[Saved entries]
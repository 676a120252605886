import 'server-only';
import { desc, eq } from 'drizzle-orm';
import { contactDetails, households, people } from '@/db/schema/people';
import type { Id } from '@/lib/core/ids';
import { may } from '@/lib/people/rules/capabilities';
import type { AccountCtx } from '@/lib/infra/context';

/** One household on the roll with its people; how they are reached only for who may see people. Null when there is none. */
export async function findHousehold({ db, actor }: AccountCtx, id: Id<'household'>) {
  const rows = await db.select({
    name: households.name, memberNumber: households.memberNumber, joinedOn: households.joinedOn, leftOn: households.leftOn,
    personId: people.id, givenName: people.givenName, familyName: people.familyName, age: people.age, isContact: people.isContact,
    email: contactDetails.email, phone: contactDetails.phone, street: contactDetails.street, town: contactDetails.town, postcode: contactDetails.postcode,
  })
    .from(households).leftJoin(people, eq(people.householdId, households.id)).leftJoin(contactDetails, eq(contactDetails.personId, people.id))
    .where(eq(households.id, id)).orderBy(desc(people.isContact), people.givenName).limit(20);
  const first = rows[0];
  if (!first) return null;
  const seesContacts = may(actor.roles, 'people.see');
  return {
    name: first.name, memberNumber: first.memberNumber, joinedOn: first.joinedOn, leftOn: first.leftOn,
    people: rows.filter((row) => row.personId !== null).map((row) => ({
      id: row.personId, name: `${row.givenName} ${row.familyName}`, age: row.age, isContact: row.isContact,
      reached: seesContacts ? [row.email, row.phone, [row.street, row.town, row.postcode].filter(Boolean).join(', ')].filter(Boolean).join('; ') : null,
    })),
  };
}
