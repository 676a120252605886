import { describe, expect, it } from 'vitest';
import { toSettle } from '@/lib/opendays/rules/settle';

const NOW = new Date('2027-05-01T16:00:00Z');
const day = { slug: 'spring', heldOn: '2027-05-15', closesAt: new Date('2027-05-15T20:00:00Z'), publishedAt: NOW, calledOffAt: null, lettersFailing: 0 };
const time = (taken: number, closedAt: Date | null = null) => ({ capacity: 10, taken, people: taken, closedAt, opensAt: new Date('2027-05-15T14:00:00Z') });
const stop = (...times: ReturnType<typeof time>[]) => ({ number: 3, garden: 'Mossgill', times });
const said = (...args: Parameters<typeof toSettle>) => toSettle(...args).map((each) => each.sentence);

describe('what waits on an open day', () => {
  it('is nothing when it is published and every garden has entry times with room', () => {
    expect(said(day, [stop(time(0), time(8))], NOW)).toEqual([]);
  });

  it('is publishing it, and a first garden', () => {
    expect(said({ ...day, publishedAt: null }, [], NOW)).toEqual(['The day is not published: nobody can see it or book', 'No garden takes part yet']);
  });

  it('is a garden without entry times, with the link to make them', () => {
    expect(toSettle(day, [stop()], NOW)).toMatchObject([{ by: '2027-05-15', sentence: 'Mossgill has no entry times', href: '/office/open-days/spring/stops/3' }]);
  });

  it.each([
    { taken: 8, waits: [], because: 'eight of ten is not nearly full' },
    { taken: 9, waits: ['Mossgill: 1 entry time is full or nearly so'], because: 'nine of ten is' },
    { taken: 10, waits: ['Mossgill: 1 entry time is full or nearly so'], because: 'ten of ten is full' },
  ])('counts a time as nearly full from nine in ten on: $because', ({ taken, waits }) => {
    expect(said(day, [stop(time(taken))], NOW)).toEqual(waits);
  });

  it('is a closed time, which is not counted as full too', () => {
    expect(said(day, [stop(time(10, NOW), time(2, NOW))], NOW)).toEqual(['Mossgill: 2 entry times are closed to new parties']);
  });

  it('is letters that fail, first of all and even when the day is over or called off', () => {
    const failing = { ...day, lettersFailing: 1 };

    expect(toSettle(failing, [stop()], NOW)[0]).toMatchObject({ by: null, sentence: '1 letter has not been delivered yet' });
    expect(said(failing, [stop()], new Date('2027-05-15T20:00:00Z'))).toEqual(['1 letter has not been delivered yet']);
    expect(said({ ...failing, calledOffAt: NOW }, [stop()], NOW)).toEqual(['1 letter has not been delivered yet']);
  });
});
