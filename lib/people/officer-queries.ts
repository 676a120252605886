import 'server-only';
import { asc, eq, isNull, sql } from 'drizzle-orm';
import { accounts, people, rolesHeld } from '@/db/schema/people';
import type { AccountCtx } from '@/lib/infra/context';

/** Who holds which role, by name, at most 200 rows of one role each. */
export async function rolesNow({ db }: AccountCtx) {
  return db.select({
    accountId: accounts.id, email: accounts.email, role: rolesHeld.role, givenAt: rolesHeld.givenAt,
    name: sql<string>`coalesce((select p.given_name || ' ' || p.family_name from ${people} p where p.account_id = ${accounts.id} order by p.is_contact desc limit 1), ${accounts.email})`,
  })
    .from(rolesHeld).innerJoin(accounts, eq(accounts.id, rolesHeld.accountId))
    .where(isNull(rolesHeld.takenAt)).orderBy(asc(rolesHeld.role), asc(accounts.email)).limit(200);
}
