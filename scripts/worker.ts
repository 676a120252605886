// The job worker: does what was put into the queue, and looks every 15 seconds for rows that are due. Run one or more
// beside the server: `npm run worker`. SIGTERM lets the jobs under way finish.
import { EventEmitter } from 'node:events';
import { Logger, makeWorkerUtils, run, type Runner, type WorkerEvents } from 'graphile-worker';
import { Pool } from 'pg';
import { getDb } from '../db/client';
import { env } from '../lib/infra/env';
import { causeOf, log } from '../lib/infra/log';
import { startHeartbeat } from './worker/heartbeat';
import { allSweeps, allTasks, type Work } from './worker/tasks';

const SWEEP_SECONDS = 15;
const CONCURRENCY = 4;

/** The settings, or one clear line and the end. */
function settings() {
  try {
    const { QUEUE_DATABASE_URL: queueUrl } = env();
    if (queueUrl === undefined) throw new Error('The environment is not right: QUEUE_DATABASE_URL is missing. See .env.example.');
    return { queueUrl };
  } catch (error) {
    console.error(error instanceof Error ? error.message : error);
    process.exit(1);
  }
}
const { queueUrl } = settings();

/** The same tasks, whose failures carry no one's data into the queue's table: only what kind of failure it was. */
function discreet(tasks: Work['tasks']): Work['tasks'] {
  return Object.fromEntries(Object.entries(tasks).map(([name, task]) => [name, async (payload) => {
    try {
      await task(payload);
    } catch (error) {
      log.error('job', error, { task: name });
      throw new Error(`${name}: ${causeOf(error).code ?? (error instanceof Error ? error.name : 'failed')}`);
    }
  }]));
}

const quiet = new Logger(() => (level, message, meta) => {
  if ((level === 'error' || level === 'warning') && !meta?.['failure']) log.warn('queue', { message });
});
const pool = new Pool({ connectionString: queueUrl, max: CONCURRENCY + 3 });
const lost = (error: Error) => log.error('queue connection lost', error);
pool.on('error', lost).on('connect', (client) => client.on('error', lost));

let runner: Runner | null = null;
const utils = await makeWorkerUtils({ pgPool: pool, logger: quiet });
const heart = await startHeartbeat(queueUrl, utils, async () => {
  const names: string[] = [];
  const events: WorkerEvents = new EventEmitter();
  events.on('worker:create', ({ worker }) => names.push(worker.workerId));
  runner = await run({ pgPool: pool, taskList: discreet(allTasks()), concurrency: CONCURRENCY, noHandleSignals: true, logger: quiet, events, pollInterval: 1000 });
  return names;
});
log.info('worker ready', { tasks: Object.keys(allTasks()).length, sweeps: allSweeps().length });

let sweeping: Promise<void> | null = null;
async function sweepOnce() {
  await heart.beat().catch((error: unknown) => log.error('heartbeat', error));
  for (const sweep of allSweeps()) await sweep().catch((error: unknown) => log.error('sweep', error, { sweep: sweep.name }));
}
const sweepNow = () => {
  sweeping ??= sweepOnce().finally(() => { sweeping = null; });
};
const timer = setInterval(sweepNow, SWEEP_SECONDS * 1000);
sweepNow();

let stopping = false;
async function stop() {
  if (stopping) return;
  stopping = true;
  clearInterval(timer);
  setTimeout(() => process.exit(1), 20_000).unref(); // a job that hangs must not keep the machine up; it will be freed
  await sweeping;
  await runner?.stop();
  await heart.end();
  await utils.release();
  await pool.end();
  await getDb().$client.end();
  process.exit(0);
}
process.on('SIGTERM', () => void stop());
process.on('SIGINT', () => void stop());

YOUR ASSIGNMENT:
Begin at the line above that has "takes part yet']);" and stop after the line that has "it('is a closed", copying each line exactly and adding nothing else.

ANSWER:
    expect(said({ ...day, publishedAt: null }, [], NOW)).toEqual(['The day is not published: nobody can see it or book', 'No garden takes part yet']);
  });

  it('is a garden without entry times, with the link to make them', () => {
    expect(toSettle(day, [stop()], NOW)).toMatchObject([{ by: '2027-05-15', sentence: 'Mossgill has no entry times', href: '/office/open-days/spring/stops/3' }]);
  });

  it.each([
    { taken: 8, waits: [], because: 'eight of ten is not nearly full' },
    { taken: 9, waits: ['Mossgill: 1 entry time is full or nearly so'], because: 'nine of ten is' },
    { taken: 10, waits: ['Mossgill: 1 entry time is full or nearly so'], because: 'ten of ten is full' },
  ])('counts a time as nearly full from nine in ten on: $because', ({ taken, waits }) => {
    expect(said(day, [stop(time(taken))], NOW)).toEqual(waits);
  });

  it('is a closed time, which is not counted as full too', () => {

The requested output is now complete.